(Task description) The response should be the lines of the data, starting at the first and ending at the one that contains "on the harbour", copied without change.

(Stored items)
---
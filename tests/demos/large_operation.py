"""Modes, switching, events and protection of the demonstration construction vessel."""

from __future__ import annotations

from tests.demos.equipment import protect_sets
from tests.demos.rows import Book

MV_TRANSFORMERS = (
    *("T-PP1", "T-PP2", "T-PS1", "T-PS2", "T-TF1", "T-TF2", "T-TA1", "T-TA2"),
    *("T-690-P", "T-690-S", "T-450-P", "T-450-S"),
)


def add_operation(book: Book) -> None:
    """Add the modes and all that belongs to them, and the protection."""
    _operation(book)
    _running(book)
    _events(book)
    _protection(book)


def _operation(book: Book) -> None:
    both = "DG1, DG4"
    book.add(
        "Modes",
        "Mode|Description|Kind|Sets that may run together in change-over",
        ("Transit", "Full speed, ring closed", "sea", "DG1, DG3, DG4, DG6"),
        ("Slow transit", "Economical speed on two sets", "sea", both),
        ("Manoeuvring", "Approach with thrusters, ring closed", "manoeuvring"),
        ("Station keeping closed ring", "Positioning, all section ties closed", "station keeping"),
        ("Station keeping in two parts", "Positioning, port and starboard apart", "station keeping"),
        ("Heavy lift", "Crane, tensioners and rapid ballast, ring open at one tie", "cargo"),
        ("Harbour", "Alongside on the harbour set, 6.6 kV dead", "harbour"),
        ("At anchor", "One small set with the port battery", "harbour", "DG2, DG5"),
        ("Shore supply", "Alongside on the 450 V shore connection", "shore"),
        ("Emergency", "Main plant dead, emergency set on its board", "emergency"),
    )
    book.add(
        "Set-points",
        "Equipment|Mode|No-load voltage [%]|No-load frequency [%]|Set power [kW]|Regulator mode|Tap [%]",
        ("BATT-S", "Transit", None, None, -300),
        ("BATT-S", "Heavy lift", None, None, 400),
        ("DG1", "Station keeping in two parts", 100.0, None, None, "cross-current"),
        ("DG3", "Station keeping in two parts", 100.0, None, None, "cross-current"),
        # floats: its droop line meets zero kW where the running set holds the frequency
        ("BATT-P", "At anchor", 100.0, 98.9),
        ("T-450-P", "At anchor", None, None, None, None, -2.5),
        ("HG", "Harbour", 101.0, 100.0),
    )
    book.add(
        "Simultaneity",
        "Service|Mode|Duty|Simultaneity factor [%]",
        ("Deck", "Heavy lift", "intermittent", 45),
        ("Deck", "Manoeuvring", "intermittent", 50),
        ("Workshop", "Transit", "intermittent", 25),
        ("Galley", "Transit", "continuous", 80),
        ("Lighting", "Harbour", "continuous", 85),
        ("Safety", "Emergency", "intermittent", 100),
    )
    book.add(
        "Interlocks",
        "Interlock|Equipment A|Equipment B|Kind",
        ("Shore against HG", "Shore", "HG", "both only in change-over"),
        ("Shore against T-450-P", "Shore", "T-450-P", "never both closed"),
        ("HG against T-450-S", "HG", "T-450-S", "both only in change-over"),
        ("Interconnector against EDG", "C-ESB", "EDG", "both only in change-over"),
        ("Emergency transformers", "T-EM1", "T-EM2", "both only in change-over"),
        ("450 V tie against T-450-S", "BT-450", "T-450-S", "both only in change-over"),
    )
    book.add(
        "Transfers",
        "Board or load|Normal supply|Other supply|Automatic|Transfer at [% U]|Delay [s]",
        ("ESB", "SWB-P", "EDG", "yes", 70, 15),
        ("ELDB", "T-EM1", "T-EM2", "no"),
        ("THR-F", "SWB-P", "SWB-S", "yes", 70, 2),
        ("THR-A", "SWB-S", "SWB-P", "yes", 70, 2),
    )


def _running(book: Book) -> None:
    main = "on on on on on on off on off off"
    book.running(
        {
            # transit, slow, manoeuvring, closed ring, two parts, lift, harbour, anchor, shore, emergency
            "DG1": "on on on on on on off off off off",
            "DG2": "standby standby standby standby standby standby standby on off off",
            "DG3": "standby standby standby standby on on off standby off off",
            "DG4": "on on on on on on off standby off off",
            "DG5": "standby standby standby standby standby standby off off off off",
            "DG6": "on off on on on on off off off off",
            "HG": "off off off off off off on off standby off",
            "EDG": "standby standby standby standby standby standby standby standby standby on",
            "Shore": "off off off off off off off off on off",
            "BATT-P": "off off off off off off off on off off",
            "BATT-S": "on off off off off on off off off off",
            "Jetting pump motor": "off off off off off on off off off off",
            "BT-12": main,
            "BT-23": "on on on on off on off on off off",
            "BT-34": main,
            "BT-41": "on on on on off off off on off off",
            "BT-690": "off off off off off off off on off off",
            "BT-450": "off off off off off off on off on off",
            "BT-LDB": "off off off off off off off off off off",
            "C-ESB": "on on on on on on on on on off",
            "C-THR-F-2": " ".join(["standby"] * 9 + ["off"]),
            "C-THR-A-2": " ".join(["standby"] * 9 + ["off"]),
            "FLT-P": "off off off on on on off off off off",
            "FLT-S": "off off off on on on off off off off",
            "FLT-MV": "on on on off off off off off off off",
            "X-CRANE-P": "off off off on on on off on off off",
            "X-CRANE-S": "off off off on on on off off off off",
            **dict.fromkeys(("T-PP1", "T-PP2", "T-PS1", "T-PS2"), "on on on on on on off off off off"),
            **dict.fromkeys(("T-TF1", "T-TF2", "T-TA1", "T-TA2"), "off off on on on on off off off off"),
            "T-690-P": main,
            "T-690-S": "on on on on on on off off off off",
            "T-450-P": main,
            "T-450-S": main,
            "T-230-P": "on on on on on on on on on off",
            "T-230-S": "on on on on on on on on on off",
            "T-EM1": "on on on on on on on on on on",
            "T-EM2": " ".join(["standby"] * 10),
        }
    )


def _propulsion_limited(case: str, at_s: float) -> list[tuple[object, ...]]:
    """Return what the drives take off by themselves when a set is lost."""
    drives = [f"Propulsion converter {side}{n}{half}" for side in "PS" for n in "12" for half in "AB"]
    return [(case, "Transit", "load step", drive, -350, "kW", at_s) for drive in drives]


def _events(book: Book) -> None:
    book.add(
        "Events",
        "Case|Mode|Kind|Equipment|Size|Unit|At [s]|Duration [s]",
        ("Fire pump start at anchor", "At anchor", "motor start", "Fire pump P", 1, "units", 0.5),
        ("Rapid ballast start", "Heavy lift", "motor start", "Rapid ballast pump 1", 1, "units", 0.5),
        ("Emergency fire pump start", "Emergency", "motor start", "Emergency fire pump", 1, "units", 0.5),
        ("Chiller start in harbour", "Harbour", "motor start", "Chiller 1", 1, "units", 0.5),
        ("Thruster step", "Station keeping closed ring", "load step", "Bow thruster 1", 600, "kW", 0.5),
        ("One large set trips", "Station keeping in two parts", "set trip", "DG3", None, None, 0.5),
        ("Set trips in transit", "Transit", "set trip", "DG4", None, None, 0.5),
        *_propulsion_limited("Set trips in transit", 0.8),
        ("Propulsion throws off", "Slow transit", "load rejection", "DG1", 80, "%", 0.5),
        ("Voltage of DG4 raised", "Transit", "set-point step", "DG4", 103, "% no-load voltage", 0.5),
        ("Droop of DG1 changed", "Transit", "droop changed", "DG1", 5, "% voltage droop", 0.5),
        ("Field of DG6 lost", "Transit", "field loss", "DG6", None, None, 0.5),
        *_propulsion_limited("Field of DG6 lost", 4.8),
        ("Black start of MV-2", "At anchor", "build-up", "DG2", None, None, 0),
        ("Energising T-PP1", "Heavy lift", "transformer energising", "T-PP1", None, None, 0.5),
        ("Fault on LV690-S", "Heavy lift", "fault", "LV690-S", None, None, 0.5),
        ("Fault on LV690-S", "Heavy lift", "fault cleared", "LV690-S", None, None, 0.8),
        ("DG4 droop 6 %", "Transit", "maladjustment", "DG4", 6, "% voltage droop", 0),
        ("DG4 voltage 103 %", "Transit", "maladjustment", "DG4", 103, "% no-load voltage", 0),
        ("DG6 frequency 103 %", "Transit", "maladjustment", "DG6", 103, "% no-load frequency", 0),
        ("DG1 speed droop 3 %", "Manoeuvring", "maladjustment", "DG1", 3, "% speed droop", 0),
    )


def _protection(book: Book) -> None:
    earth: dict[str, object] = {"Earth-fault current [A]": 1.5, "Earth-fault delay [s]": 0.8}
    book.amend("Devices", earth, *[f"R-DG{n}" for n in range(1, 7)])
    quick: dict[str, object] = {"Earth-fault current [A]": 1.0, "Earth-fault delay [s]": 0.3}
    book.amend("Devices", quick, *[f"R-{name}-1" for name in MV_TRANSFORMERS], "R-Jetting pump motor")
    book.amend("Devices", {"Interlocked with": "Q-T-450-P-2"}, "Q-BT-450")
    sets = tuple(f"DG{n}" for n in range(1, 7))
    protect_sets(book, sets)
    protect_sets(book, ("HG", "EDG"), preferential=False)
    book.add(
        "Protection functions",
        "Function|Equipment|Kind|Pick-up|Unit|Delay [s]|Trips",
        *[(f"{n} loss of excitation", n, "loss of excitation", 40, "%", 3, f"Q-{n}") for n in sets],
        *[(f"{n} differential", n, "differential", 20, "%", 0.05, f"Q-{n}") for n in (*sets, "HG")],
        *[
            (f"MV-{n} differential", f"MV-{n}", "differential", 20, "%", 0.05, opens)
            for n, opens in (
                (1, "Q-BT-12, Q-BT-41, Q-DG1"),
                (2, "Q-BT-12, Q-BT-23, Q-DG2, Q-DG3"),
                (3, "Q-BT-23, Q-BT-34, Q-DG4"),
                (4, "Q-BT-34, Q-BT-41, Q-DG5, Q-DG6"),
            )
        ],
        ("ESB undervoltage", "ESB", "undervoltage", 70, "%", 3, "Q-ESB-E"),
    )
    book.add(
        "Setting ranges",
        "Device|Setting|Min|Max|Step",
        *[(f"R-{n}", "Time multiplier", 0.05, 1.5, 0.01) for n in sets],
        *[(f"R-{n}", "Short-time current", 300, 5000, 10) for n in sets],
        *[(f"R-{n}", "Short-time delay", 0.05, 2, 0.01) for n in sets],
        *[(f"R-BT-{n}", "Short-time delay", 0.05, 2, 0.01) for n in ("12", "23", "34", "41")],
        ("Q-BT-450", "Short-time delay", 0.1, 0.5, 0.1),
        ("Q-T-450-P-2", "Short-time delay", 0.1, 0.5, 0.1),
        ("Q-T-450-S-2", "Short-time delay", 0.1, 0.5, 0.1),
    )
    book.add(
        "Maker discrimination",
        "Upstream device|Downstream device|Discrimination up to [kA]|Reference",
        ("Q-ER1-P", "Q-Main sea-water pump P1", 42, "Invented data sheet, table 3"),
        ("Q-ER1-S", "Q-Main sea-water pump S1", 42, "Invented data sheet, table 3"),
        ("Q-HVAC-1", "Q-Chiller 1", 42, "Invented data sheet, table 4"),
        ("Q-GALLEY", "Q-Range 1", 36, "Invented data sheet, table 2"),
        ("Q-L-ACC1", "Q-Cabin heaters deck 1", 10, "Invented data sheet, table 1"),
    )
---
(Task response)
filename tests/demos/large_operation.py
"""Modes, switching, events and protection of the demonstration construction vessel."""

from __future__ import annotations

from tests.demos.equipment import protect_sets
from tests.demos.rows import Book

MV_TRANSFORMERS = (
    *("T-PP1", "T-PP2", "T-PS1", "T-PS2", "T-TF1", "T-TF2", "T-TA1", "T-TA2"),
    *("T-690-P", "T-690-S", "T-450-P", "T-450-S"),
)


def add_operation(book: Book) -> None:
    """Add the modes and all that belongs to them, and the protection."""
    _operation(book)
    _running(book)
    _events(book)
    _protection(book)


def _operation(book: Book) -> None:
    both = "DG1, DG4"
    book.add(
        "Modes",
        "Mode|Description|Kind|Sets that may run together in change-over",
        ("Transit", "Full speed, ring closed", "sea", "DG1, DG3, DG4, DG6"),
        ("Slow transit", "Economical speed on two sets", "sea", both),
        ("Manoeuvring", "Approach with thrusters, ring closed", "manoeuvring"),
        ("Station keeping closed ring", "Positioning, all section ties closed", "station keeping"),
        ("Station keeping in two parts", "Positioning, port and starboard apart", "station keeping"),
        ("Heavy lift", "Crane, tensioners and rapid ballast, ring open at one tie", "cargo"),
        ("Harbour", "Alongside on the harbour set, 6.6 kV dead", "harbour"),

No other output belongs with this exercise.